**How to complete this task:** Copy each line of the entries that includes the word "DIGITS".

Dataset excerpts
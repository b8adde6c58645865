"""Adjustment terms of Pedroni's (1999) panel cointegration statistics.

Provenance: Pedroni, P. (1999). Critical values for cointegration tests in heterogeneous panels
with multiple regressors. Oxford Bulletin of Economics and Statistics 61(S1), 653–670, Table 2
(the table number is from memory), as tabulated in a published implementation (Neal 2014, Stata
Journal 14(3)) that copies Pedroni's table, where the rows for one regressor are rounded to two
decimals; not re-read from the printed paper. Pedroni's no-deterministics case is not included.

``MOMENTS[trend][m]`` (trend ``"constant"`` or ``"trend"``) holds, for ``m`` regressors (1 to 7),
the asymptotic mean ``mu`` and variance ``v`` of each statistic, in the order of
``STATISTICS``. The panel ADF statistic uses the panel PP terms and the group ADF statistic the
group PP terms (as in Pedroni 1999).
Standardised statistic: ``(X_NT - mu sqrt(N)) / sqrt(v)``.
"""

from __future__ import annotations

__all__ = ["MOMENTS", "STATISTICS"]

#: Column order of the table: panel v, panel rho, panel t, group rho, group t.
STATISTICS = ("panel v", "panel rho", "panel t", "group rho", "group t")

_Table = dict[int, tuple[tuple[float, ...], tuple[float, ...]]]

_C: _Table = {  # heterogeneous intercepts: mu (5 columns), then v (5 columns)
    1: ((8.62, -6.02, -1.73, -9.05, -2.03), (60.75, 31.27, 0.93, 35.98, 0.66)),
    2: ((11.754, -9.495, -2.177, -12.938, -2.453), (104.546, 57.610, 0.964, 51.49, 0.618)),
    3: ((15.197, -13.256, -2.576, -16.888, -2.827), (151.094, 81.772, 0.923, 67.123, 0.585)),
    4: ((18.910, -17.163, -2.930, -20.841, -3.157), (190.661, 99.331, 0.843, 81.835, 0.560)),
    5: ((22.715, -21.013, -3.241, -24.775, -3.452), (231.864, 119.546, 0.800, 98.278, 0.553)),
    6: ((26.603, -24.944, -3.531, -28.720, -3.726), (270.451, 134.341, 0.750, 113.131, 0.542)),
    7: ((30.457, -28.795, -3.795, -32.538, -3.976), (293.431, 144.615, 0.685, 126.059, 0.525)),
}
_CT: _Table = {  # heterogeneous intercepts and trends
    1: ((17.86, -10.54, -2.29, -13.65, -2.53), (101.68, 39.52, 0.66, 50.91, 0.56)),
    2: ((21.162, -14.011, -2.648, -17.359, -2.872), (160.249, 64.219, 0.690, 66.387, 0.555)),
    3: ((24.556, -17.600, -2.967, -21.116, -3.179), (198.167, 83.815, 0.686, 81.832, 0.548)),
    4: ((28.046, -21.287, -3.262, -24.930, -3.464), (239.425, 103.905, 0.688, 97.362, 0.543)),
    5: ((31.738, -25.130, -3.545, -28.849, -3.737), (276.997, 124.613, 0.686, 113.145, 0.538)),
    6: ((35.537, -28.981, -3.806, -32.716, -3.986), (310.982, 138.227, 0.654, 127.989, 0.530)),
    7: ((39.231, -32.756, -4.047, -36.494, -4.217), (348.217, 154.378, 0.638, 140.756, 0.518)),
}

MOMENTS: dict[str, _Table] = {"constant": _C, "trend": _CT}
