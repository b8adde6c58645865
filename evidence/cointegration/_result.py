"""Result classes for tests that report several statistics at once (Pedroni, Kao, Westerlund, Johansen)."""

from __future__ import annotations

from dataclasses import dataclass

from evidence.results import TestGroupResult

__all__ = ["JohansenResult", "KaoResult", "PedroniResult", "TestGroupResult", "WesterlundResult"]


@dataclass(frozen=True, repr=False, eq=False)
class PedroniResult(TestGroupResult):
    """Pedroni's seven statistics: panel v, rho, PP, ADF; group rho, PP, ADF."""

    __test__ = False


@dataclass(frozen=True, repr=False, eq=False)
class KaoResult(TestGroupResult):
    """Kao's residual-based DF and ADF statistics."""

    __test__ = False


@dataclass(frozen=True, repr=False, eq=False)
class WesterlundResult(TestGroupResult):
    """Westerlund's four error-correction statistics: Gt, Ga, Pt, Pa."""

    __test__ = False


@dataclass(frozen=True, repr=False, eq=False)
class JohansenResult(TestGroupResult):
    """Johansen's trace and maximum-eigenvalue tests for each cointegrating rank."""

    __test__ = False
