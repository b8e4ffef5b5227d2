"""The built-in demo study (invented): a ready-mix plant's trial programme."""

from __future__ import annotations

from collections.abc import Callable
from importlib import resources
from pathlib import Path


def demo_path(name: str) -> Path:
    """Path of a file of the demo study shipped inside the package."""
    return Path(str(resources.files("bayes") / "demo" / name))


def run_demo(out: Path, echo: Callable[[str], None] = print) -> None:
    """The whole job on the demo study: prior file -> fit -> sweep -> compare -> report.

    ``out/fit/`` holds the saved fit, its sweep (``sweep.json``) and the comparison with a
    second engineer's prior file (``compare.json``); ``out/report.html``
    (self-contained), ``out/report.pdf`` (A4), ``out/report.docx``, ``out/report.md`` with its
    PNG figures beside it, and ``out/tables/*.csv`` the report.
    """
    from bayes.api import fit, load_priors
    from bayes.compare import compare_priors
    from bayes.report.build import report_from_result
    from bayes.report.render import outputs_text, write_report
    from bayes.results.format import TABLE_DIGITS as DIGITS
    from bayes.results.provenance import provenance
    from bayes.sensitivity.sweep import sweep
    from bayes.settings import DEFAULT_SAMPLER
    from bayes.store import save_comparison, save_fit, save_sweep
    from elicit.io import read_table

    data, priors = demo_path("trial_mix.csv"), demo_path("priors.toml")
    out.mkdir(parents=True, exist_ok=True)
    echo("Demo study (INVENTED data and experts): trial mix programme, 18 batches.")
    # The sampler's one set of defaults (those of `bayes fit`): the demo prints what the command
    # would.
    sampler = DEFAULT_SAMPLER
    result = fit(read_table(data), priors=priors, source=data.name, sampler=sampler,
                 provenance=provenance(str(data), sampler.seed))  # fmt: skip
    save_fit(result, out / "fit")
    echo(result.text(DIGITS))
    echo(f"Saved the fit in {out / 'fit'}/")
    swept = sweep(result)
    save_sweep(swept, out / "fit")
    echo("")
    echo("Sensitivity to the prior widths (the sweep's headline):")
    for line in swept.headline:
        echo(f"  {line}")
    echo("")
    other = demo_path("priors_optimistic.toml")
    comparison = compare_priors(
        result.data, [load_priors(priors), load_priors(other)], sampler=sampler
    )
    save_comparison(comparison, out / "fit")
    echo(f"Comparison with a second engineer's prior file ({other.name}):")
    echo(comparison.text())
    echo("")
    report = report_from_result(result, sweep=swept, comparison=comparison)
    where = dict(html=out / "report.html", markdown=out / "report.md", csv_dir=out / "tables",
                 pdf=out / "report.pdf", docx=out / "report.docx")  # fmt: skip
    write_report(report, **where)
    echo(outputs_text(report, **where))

**Answer area:**
    from bayes.results.format import TABLE_DIGITS as DIGITS
    echo(result.text(DIGITS))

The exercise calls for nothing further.